- What this task involves -
Check every line of the listing below for "distinct", and report how many lines have it, as a number with nothing more.

- Entries shown -
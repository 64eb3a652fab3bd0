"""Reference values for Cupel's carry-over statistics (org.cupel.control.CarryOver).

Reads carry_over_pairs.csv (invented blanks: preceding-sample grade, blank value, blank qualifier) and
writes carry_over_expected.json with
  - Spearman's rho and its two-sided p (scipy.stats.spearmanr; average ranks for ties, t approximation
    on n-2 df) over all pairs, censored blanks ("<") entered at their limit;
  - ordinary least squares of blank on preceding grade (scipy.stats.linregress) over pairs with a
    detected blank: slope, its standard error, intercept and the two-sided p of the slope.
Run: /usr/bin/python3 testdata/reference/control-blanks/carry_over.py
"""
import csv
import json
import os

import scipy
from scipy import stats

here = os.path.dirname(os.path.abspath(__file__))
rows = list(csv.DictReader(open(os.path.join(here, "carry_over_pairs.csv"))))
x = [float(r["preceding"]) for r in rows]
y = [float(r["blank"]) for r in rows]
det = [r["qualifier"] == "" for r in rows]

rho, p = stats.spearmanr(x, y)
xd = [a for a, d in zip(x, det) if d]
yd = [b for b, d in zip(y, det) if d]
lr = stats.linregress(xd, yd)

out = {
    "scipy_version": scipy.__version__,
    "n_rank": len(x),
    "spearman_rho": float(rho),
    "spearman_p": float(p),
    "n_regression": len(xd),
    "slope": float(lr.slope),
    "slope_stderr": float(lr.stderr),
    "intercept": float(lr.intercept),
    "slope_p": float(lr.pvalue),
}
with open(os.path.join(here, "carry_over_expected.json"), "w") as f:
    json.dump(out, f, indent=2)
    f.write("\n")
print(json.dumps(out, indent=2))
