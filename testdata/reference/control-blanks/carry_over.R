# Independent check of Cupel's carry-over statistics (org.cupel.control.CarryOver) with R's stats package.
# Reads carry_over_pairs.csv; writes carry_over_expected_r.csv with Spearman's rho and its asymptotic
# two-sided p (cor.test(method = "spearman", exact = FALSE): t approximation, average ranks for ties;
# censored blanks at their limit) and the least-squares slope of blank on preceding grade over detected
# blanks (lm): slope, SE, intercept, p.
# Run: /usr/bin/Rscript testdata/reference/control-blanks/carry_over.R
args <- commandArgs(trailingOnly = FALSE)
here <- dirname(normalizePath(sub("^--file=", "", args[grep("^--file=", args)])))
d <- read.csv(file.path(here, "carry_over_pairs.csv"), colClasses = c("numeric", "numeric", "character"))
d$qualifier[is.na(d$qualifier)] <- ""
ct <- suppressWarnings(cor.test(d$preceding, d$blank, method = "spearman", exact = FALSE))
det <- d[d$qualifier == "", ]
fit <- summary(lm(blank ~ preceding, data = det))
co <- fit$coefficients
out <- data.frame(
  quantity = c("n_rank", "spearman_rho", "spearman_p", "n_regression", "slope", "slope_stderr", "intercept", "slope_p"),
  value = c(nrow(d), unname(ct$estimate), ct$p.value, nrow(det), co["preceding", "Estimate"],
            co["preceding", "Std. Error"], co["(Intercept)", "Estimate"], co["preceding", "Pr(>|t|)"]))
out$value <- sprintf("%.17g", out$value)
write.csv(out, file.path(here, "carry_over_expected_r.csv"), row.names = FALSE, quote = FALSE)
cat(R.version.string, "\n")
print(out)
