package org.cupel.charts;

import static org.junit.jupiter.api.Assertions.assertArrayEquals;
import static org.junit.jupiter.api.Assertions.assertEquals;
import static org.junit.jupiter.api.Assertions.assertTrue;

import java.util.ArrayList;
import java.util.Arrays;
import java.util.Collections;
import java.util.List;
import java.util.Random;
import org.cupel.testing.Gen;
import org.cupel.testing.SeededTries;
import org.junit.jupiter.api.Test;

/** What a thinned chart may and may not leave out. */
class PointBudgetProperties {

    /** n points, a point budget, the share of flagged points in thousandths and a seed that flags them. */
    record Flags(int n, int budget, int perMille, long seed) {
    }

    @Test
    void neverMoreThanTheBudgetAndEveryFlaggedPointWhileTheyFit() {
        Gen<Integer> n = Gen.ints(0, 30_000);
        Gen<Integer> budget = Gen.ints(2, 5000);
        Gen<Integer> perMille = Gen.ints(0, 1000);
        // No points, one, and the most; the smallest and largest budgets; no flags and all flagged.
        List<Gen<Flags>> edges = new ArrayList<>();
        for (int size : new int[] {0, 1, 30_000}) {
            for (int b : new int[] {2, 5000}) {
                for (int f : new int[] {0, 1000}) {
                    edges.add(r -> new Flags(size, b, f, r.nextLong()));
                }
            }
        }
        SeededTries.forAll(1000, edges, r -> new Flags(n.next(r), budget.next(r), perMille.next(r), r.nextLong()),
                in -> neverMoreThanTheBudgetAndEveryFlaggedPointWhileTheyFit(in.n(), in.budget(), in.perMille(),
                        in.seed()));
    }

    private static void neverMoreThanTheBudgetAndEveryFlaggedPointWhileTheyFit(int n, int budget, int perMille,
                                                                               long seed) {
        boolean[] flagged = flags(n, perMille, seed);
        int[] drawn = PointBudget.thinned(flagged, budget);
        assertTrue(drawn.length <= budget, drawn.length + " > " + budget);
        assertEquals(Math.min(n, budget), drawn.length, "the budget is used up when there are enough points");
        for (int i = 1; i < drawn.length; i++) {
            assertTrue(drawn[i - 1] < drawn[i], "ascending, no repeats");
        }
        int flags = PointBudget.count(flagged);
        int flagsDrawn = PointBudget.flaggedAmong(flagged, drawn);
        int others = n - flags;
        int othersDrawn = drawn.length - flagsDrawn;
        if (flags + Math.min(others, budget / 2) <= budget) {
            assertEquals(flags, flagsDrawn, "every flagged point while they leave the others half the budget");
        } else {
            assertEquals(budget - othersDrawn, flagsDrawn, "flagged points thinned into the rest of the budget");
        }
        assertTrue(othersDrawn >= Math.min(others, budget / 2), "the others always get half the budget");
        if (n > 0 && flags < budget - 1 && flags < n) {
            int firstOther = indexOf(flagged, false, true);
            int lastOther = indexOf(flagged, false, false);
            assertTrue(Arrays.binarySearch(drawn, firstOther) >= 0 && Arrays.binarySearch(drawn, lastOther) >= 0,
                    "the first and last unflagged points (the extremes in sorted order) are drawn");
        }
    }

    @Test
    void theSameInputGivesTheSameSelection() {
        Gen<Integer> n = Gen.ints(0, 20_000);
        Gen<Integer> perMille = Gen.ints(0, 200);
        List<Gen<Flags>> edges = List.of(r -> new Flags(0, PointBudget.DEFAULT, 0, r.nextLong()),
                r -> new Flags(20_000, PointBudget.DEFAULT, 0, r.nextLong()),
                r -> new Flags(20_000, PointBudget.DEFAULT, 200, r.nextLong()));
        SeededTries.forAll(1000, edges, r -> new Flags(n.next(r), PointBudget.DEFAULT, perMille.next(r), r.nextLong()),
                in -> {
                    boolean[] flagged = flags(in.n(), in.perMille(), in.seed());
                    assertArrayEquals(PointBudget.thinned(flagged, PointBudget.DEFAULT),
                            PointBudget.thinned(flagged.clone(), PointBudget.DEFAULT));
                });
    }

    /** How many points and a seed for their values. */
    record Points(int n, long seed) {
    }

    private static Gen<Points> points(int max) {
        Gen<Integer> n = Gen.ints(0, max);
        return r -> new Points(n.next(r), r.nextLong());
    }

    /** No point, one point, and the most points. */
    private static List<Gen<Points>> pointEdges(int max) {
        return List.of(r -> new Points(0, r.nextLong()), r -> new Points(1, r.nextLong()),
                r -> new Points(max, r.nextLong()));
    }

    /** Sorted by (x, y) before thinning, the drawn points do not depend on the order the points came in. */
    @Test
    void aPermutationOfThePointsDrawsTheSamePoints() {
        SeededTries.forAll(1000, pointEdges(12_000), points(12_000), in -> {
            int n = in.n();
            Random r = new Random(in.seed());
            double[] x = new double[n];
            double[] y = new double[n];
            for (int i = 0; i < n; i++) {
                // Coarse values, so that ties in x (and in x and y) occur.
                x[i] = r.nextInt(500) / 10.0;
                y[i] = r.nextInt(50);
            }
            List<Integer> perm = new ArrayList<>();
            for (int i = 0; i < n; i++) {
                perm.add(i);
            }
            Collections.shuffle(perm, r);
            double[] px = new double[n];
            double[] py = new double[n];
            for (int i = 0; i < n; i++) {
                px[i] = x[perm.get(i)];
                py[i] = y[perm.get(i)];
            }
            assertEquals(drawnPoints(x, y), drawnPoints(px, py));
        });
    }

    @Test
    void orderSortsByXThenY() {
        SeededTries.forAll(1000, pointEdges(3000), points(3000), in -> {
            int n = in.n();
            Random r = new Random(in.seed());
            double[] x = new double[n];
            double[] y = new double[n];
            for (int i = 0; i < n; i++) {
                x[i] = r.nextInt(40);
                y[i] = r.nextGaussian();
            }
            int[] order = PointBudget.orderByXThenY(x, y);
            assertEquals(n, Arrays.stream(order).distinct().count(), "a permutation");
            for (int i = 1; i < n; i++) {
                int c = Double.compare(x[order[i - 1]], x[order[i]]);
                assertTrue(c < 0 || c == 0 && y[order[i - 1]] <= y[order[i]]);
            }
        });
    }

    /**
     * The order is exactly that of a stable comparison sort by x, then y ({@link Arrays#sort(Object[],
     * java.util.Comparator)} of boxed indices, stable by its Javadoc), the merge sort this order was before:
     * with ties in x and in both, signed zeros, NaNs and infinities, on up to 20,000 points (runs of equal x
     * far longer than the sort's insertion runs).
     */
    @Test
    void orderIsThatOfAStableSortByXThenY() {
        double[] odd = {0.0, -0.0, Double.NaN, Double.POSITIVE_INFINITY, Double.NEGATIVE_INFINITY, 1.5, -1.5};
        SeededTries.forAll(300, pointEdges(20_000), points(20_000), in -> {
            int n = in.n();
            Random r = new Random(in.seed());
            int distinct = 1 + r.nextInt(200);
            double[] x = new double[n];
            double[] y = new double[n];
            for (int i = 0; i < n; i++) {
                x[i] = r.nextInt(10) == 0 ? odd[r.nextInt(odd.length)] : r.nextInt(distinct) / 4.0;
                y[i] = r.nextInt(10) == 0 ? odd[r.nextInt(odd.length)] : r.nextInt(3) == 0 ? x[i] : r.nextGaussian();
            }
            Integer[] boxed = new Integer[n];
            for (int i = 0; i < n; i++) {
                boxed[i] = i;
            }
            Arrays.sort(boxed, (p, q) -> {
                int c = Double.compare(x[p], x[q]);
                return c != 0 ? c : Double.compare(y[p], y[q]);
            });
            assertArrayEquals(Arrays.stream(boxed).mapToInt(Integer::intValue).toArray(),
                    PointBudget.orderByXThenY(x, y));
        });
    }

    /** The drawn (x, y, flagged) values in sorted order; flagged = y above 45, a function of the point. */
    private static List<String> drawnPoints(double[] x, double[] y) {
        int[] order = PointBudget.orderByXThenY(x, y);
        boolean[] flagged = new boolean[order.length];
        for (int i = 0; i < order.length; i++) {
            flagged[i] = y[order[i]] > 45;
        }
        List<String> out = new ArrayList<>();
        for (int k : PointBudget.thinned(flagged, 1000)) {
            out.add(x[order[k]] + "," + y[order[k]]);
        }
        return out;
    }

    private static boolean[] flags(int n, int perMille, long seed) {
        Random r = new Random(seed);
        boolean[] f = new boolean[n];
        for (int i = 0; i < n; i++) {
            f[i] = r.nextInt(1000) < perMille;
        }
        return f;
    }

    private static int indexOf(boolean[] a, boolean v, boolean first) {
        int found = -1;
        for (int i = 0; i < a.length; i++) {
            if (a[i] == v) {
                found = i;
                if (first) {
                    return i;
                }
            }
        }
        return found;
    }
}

* * *

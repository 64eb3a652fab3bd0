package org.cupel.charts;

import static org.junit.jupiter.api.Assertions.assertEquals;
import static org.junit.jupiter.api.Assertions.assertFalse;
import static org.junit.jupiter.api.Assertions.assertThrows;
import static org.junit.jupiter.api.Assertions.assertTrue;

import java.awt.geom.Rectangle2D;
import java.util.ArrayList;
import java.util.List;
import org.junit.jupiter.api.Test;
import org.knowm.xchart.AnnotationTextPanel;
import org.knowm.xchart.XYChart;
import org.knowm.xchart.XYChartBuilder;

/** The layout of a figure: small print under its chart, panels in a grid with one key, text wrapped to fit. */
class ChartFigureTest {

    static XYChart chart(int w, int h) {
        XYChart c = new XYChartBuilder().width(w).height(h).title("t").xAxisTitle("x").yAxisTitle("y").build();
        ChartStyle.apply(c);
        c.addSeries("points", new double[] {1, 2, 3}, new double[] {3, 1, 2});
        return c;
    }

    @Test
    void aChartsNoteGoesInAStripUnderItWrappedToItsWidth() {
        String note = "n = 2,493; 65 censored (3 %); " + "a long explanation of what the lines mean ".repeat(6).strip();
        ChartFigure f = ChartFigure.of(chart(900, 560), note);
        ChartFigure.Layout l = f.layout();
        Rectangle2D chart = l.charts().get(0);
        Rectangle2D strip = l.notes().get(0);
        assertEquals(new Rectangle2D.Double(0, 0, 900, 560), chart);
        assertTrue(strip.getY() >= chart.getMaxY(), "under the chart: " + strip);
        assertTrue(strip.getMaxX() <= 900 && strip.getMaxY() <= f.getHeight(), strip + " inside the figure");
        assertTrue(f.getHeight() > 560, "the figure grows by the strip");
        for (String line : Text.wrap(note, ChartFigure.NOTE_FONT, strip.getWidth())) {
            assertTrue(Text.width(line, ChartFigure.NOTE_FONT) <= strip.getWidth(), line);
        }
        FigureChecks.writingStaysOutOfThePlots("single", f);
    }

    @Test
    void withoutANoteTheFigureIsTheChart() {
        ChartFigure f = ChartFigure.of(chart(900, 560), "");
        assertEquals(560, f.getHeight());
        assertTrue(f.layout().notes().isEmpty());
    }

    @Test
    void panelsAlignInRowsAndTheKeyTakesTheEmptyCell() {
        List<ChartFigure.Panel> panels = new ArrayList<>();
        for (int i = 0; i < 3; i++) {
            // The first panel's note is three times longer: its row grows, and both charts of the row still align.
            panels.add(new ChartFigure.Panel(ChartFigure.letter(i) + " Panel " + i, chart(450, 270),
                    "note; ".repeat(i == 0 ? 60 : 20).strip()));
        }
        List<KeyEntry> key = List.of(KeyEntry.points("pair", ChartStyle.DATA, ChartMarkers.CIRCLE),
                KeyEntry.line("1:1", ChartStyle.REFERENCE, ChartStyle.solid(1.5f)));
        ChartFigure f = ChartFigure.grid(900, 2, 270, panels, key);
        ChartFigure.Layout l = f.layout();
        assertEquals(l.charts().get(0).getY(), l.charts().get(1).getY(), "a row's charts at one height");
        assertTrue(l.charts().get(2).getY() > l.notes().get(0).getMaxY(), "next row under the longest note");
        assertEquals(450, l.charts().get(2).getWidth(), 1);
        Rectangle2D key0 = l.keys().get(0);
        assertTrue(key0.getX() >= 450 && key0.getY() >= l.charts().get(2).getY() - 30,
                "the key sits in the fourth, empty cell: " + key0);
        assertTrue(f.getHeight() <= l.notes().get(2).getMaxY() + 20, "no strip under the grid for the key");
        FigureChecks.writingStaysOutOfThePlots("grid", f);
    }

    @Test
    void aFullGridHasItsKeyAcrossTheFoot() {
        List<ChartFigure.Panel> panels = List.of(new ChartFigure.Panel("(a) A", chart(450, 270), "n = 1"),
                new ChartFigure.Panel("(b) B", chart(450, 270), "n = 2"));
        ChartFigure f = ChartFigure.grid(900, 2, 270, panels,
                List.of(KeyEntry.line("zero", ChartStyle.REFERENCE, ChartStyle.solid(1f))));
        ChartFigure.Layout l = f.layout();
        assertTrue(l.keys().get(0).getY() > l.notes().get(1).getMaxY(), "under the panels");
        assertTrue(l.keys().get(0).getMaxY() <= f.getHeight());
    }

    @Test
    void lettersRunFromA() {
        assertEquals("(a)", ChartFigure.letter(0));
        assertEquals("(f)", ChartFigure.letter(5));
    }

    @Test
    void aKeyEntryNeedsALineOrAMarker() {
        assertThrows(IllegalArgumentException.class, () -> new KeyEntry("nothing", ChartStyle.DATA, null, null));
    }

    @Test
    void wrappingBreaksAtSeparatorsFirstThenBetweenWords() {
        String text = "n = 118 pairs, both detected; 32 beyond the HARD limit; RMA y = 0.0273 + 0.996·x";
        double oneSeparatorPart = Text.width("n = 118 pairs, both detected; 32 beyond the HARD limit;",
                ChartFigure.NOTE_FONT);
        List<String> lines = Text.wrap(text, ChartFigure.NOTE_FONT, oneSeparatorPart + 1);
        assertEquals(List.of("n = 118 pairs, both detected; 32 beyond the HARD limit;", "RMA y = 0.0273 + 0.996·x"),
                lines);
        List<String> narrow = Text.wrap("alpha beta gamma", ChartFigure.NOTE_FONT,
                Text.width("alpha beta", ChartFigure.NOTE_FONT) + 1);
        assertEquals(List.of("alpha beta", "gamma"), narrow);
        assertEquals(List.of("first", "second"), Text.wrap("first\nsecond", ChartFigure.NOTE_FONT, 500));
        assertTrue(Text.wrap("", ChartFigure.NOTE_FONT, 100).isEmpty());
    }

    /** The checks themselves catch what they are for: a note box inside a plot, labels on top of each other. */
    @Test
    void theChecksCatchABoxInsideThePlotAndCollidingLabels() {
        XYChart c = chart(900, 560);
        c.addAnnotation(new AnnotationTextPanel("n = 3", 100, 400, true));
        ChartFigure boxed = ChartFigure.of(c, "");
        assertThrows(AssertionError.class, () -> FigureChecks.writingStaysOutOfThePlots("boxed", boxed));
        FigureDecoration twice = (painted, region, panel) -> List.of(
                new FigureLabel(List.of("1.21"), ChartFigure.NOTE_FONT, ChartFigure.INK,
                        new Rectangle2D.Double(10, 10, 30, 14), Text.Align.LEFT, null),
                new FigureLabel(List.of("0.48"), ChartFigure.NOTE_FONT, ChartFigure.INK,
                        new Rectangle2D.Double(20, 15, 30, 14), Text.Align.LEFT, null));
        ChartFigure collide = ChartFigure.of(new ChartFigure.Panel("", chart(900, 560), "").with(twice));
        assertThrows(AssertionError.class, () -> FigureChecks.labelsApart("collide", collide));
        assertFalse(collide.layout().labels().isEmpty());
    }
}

- Solution to the problem -
3